ACTIVITY: Every line of the data that includes "prov" should be copied out.

==*==

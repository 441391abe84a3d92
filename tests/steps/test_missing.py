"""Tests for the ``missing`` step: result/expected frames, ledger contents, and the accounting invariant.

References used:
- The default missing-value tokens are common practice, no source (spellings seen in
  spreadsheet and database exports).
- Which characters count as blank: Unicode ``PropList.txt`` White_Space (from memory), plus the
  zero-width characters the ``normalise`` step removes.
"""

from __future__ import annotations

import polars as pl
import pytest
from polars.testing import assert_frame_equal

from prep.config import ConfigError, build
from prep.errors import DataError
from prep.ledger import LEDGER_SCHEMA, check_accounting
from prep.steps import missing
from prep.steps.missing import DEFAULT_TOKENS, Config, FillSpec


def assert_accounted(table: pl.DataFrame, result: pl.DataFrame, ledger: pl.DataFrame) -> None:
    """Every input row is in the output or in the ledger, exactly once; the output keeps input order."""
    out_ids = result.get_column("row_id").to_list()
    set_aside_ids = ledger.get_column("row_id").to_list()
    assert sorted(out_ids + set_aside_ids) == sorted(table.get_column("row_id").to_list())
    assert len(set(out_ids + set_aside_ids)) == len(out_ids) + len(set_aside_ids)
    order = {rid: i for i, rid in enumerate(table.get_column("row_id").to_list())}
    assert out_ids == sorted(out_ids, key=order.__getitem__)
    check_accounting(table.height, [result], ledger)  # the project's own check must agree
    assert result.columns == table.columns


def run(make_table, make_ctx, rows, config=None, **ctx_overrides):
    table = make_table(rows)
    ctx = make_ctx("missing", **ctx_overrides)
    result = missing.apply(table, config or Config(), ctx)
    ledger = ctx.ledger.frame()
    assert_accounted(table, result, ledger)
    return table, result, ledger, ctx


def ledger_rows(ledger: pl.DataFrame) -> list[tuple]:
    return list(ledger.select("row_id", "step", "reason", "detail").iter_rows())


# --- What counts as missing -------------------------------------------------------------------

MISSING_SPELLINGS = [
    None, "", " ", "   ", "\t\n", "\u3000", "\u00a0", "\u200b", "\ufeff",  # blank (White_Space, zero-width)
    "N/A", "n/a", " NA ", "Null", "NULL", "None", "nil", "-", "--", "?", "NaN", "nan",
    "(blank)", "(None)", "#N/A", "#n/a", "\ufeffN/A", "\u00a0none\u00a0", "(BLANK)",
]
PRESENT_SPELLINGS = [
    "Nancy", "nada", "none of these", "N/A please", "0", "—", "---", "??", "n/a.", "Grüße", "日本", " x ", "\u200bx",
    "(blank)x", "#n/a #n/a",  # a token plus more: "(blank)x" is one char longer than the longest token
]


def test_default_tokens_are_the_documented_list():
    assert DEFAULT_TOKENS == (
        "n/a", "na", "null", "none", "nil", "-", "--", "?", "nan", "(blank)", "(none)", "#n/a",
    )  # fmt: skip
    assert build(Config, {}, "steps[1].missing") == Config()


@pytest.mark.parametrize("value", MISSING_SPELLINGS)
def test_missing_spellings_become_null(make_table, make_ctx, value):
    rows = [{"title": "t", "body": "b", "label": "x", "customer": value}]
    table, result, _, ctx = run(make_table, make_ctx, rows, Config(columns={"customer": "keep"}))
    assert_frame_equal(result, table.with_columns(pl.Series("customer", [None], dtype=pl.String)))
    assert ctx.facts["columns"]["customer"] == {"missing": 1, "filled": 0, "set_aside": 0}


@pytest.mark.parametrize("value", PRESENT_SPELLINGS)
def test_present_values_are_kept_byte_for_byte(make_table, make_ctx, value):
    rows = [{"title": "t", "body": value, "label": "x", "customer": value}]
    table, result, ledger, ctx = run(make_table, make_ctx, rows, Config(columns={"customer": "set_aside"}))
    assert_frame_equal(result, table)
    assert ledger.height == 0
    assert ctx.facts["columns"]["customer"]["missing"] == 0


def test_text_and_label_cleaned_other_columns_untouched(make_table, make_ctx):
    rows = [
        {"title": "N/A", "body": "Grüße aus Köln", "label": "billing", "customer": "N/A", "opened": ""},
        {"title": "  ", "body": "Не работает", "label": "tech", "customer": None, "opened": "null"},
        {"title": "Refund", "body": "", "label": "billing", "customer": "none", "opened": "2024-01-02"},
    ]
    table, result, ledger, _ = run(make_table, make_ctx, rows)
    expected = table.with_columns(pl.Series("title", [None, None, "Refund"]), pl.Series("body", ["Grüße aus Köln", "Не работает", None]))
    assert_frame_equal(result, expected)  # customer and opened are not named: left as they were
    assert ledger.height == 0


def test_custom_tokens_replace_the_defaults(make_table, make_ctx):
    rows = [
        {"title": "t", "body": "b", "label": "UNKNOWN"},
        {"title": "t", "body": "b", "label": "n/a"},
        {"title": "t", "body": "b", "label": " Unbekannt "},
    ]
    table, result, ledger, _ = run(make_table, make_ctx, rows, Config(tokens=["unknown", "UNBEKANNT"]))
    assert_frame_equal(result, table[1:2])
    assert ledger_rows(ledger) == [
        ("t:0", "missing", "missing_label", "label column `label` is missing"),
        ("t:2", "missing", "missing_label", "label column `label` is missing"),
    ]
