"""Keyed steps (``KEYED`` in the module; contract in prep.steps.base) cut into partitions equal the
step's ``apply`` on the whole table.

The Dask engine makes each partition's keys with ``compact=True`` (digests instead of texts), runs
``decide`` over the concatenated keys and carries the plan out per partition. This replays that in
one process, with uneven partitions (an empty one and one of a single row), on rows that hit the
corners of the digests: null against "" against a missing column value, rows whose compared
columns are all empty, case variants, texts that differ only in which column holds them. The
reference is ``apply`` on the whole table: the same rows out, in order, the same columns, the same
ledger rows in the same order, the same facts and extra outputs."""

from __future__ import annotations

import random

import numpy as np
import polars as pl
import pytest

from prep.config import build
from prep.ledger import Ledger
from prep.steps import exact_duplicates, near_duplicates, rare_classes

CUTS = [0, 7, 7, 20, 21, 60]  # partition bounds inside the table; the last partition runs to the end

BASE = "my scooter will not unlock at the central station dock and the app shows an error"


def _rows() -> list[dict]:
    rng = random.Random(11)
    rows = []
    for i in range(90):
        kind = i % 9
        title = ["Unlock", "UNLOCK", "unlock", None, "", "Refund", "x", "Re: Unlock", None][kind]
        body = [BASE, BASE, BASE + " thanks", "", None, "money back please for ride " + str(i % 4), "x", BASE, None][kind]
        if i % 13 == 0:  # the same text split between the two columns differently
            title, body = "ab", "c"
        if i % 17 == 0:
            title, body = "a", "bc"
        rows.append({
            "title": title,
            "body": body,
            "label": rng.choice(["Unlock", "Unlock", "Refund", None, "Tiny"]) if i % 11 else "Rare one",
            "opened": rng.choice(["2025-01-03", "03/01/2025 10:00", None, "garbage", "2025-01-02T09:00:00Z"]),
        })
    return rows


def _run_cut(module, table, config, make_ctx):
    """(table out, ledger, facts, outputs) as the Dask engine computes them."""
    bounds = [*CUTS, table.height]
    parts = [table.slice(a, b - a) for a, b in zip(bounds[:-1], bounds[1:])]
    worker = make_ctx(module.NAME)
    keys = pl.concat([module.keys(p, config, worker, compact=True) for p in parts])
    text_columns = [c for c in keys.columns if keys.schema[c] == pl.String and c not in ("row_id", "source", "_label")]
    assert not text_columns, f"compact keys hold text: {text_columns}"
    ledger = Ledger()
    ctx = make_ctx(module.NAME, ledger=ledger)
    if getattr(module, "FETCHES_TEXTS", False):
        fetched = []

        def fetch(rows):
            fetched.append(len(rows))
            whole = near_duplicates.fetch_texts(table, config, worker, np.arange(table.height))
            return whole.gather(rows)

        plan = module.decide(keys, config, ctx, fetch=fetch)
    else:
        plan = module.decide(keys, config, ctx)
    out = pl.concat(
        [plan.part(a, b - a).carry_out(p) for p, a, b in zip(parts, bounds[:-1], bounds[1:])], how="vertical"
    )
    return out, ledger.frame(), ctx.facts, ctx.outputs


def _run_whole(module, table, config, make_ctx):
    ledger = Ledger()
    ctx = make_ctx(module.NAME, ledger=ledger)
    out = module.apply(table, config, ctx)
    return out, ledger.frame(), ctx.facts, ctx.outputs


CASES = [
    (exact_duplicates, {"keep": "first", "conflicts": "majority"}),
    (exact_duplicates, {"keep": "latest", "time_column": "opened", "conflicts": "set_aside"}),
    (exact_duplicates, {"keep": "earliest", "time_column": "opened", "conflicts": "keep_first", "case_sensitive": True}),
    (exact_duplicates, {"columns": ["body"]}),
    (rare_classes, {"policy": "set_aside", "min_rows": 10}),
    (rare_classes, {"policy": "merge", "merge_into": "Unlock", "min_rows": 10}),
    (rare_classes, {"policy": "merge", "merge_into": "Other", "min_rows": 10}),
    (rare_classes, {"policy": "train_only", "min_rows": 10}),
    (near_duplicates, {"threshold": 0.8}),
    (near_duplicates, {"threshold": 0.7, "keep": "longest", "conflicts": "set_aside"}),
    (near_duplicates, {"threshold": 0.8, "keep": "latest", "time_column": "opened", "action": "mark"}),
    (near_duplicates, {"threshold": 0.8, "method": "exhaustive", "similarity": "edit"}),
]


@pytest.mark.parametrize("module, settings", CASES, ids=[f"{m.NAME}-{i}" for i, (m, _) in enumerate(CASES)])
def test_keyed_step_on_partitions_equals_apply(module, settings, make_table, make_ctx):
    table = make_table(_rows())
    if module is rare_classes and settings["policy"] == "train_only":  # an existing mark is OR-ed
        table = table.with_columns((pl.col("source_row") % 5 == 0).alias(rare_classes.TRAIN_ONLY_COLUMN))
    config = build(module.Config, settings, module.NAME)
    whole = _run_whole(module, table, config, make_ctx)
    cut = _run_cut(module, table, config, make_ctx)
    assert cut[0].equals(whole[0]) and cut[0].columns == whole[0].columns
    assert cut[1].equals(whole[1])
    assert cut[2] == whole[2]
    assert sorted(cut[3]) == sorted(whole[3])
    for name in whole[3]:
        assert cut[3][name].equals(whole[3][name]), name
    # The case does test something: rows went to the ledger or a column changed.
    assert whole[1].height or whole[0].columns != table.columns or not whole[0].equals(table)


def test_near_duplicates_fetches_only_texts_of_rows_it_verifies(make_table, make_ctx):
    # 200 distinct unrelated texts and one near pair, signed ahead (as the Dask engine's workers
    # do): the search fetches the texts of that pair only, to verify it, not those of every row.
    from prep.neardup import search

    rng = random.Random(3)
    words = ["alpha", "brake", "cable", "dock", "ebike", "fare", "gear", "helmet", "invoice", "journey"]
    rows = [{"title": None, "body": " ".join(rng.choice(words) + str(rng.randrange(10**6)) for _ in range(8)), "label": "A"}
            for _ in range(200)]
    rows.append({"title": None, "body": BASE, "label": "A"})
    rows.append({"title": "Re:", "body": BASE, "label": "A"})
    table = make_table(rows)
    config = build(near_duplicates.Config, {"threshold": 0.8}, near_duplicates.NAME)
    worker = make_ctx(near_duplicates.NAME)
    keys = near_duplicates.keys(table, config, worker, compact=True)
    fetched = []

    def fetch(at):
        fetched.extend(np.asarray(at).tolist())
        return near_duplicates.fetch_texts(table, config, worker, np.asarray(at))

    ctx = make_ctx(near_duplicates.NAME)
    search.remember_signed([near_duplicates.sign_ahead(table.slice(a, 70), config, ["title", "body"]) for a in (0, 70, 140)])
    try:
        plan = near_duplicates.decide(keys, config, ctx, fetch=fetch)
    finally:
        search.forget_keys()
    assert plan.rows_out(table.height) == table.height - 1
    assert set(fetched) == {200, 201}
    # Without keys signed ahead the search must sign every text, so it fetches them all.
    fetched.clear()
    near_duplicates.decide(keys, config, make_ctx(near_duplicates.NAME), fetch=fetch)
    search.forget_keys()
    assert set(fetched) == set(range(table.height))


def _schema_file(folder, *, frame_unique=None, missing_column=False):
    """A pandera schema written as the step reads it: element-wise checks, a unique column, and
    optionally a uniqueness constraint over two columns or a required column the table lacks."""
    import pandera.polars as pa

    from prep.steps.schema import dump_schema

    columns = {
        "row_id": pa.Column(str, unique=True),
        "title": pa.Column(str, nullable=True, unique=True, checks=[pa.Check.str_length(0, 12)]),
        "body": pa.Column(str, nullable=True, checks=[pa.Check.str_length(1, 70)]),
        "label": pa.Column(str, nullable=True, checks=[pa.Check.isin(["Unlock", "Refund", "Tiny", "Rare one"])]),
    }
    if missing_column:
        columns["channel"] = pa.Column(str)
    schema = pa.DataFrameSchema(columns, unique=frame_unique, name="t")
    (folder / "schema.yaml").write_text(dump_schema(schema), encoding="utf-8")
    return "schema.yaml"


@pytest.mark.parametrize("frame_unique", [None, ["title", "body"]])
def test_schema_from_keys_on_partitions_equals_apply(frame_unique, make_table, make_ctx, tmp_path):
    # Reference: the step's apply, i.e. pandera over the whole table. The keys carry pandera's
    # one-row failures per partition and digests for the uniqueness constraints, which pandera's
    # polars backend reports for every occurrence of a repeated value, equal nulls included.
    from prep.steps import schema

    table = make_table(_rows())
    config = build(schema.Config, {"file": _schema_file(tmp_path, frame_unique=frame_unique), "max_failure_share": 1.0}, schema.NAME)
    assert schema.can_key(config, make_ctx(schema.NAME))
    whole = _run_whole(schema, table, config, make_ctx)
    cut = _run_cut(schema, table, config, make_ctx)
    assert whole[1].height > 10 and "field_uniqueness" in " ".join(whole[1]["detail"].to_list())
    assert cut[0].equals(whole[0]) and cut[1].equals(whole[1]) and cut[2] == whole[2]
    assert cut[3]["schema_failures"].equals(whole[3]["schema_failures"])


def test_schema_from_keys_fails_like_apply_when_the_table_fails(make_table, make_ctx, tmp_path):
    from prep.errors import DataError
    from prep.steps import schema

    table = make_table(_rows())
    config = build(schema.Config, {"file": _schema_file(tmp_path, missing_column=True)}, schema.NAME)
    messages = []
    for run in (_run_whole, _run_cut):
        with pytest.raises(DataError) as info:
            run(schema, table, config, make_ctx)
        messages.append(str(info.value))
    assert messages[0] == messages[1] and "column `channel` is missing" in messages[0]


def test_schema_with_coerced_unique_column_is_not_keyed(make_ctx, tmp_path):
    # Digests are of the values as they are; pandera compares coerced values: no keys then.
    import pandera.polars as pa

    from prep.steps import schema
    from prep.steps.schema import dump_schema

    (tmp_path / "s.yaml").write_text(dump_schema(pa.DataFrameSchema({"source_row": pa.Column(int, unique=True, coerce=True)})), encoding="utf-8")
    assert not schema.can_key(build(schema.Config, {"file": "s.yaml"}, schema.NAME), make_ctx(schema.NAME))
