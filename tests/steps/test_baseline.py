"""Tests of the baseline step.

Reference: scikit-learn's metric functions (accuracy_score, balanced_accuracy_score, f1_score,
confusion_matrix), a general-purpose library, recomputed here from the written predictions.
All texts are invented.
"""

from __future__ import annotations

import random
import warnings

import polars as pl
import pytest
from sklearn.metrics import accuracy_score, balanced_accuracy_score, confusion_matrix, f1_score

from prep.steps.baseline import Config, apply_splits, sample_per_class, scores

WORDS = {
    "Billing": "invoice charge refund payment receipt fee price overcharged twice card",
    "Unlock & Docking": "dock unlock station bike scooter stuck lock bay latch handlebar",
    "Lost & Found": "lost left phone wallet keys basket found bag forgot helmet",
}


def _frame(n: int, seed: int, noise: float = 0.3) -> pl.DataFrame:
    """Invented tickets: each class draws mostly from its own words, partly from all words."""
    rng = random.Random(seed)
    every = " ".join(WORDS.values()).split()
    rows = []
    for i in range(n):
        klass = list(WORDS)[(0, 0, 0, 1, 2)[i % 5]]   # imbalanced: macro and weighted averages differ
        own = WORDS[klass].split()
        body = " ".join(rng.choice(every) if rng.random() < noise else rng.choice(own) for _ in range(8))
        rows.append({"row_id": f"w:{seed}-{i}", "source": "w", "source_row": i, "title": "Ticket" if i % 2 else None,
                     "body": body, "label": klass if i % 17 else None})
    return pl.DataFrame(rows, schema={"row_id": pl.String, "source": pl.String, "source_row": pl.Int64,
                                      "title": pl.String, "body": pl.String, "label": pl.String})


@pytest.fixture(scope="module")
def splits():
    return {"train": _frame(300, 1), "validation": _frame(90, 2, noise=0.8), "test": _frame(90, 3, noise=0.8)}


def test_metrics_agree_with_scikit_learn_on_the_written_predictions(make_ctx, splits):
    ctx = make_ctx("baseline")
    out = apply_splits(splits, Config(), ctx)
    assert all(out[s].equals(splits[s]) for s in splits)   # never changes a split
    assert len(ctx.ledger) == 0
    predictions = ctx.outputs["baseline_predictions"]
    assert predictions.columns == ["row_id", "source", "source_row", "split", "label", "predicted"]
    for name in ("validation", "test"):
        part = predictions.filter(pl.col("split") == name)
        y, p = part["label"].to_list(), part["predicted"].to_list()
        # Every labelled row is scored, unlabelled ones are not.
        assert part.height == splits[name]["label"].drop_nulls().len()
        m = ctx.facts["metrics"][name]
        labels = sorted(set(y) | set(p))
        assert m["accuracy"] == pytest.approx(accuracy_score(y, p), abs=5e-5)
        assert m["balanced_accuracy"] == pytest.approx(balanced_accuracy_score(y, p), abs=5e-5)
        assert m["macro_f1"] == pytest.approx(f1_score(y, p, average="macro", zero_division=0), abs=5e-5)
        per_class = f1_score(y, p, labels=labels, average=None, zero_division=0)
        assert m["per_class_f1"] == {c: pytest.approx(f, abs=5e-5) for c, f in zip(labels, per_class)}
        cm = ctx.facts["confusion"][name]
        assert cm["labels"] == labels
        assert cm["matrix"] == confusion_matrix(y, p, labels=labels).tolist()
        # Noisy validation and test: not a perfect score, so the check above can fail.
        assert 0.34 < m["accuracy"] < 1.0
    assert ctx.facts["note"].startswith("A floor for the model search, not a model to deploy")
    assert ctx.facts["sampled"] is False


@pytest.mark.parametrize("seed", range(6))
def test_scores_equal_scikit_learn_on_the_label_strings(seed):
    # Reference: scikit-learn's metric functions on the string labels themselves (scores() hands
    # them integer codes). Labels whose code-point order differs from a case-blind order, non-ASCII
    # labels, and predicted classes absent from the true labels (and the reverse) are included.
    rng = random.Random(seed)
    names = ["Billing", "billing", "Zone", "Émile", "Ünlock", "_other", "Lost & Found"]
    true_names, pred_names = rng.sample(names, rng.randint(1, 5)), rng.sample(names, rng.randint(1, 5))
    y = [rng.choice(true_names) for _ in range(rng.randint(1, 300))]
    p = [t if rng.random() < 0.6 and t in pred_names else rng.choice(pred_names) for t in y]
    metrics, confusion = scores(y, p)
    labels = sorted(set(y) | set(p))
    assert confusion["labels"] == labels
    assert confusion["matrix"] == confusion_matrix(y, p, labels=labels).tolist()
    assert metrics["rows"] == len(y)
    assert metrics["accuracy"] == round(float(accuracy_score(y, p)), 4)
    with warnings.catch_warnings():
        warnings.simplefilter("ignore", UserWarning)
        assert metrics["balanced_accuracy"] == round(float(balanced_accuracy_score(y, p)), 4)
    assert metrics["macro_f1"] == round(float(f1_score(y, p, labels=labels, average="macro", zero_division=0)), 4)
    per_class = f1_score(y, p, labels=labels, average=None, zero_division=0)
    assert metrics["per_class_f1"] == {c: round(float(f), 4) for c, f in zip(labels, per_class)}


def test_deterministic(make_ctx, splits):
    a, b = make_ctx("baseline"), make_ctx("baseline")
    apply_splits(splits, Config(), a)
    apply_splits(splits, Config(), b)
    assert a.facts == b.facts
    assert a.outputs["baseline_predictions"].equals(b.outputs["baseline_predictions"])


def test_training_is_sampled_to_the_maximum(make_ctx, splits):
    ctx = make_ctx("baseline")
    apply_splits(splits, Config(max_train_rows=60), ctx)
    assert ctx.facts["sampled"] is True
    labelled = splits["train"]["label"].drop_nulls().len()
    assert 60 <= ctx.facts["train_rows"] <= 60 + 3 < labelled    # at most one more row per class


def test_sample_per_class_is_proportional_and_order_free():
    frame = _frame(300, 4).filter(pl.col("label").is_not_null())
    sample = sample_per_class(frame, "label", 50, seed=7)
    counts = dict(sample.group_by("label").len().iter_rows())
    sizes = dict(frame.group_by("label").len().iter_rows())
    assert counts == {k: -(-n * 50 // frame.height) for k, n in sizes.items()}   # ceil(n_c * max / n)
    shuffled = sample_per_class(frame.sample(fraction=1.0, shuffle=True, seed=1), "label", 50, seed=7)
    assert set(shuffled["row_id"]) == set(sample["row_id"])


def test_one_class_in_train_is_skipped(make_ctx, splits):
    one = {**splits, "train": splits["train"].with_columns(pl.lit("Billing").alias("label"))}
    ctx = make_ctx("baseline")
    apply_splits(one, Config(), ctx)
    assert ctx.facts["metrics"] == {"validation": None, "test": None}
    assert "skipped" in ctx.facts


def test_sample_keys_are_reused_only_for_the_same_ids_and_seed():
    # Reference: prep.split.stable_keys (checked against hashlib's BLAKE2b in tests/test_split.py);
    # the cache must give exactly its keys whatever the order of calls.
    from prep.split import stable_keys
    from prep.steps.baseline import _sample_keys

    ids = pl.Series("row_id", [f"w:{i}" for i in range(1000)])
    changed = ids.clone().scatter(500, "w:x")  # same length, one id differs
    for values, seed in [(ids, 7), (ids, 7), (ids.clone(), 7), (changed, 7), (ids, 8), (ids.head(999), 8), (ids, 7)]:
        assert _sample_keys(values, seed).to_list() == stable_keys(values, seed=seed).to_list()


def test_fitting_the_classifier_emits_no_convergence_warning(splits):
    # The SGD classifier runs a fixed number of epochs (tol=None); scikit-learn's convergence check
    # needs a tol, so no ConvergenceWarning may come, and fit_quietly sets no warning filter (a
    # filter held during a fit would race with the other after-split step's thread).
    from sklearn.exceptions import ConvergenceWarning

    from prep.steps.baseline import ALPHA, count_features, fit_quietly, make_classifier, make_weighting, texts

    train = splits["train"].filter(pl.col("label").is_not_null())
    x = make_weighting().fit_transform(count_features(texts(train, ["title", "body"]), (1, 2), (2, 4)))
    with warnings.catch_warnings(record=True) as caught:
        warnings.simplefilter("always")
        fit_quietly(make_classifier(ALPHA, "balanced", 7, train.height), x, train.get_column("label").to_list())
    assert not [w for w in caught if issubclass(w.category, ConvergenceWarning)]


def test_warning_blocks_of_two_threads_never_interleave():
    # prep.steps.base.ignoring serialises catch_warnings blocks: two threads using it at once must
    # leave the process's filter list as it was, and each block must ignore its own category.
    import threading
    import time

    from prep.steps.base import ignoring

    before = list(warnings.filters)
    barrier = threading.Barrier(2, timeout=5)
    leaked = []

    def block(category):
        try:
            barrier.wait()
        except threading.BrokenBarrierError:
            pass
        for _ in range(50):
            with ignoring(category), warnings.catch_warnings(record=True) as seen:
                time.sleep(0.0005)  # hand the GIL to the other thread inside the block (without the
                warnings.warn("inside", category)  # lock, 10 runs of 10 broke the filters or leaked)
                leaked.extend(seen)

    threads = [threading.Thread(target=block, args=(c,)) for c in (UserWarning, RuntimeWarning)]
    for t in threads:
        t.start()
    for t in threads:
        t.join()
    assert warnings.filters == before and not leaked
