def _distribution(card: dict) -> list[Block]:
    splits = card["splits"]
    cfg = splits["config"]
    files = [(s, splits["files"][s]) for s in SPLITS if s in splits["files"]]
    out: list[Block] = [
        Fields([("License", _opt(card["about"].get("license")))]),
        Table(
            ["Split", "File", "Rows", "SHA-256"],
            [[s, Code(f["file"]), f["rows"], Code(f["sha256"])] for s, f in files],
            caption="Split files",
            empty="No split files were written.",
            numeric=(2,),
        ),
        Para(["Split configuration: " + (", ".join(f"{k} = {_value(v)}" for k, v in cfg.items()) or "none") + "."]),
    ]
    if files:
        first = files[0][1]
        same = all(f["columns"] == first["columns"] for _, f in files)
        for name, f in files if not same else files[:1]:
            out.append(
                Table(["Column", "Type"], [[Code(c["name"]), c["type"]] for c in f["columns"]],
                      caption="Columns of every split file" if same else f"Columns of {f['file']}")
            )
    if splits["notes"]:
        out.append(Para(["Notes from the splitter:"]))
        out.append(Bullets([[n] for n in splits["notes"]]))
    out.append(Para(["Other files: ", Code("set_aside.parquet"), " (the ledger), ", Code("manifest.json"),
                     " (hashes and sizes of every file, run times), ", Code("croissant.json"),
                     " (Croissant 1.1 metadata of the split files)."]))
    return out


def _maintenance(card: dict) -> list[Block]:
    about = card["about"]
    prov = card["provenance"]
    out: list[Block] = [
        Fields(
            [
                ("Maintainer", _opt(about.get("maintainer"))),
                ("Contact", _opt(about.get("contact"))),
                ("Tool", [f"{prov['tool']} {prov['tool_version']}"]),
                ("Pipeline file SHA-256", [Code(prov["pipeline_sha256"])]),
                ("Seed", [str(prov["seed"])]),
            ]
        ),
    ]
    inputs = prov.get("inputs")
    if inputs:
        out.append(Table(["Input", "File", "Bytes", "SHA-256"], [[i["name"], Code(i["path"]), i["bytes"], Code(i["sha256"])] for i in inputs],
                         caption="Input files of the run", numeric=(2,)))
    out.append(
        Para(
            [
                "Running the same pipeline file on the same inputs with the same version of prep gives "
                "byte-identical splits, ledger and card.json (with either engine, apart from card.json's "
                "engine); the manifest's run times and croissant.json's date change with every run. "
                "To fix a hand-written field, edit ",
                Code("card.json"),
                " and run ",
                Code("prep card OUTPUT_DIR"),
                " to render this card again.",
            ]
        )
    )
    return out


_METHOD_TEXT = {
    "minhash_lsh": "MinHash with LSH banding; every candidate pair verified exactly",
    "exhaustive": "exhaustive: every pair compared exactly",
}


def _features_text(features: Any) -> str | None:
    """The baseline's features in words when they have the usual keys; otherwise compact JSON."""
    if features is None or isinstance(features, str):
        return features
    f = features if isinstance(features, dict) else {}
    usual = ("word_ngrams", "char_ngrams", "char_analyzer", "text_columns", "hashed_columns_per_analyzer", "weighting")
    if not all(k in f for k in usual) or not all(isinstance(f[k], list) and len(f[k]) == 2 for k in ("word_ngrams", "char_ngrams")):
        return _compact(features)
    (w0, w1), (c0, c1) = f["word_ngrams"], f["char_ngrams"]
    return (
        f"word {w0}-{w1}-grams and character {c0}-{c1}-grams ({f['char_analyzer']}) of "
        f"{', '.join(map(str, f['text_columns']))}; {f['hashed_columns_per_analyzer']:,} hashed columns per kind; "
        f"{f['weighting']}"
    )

==*==

RESULT OF THE EXERCISE:
    prov = card["provenance"]
                ("Tool", [f"{prov['tool']} {prov['tool_version']}"]),
                ("Pipeline file SHA-256", [Code(prov["pipeline_sha256"])]),
                ("Seed", [str(prov["seed"])]),
    inputs = prov.get("inputs")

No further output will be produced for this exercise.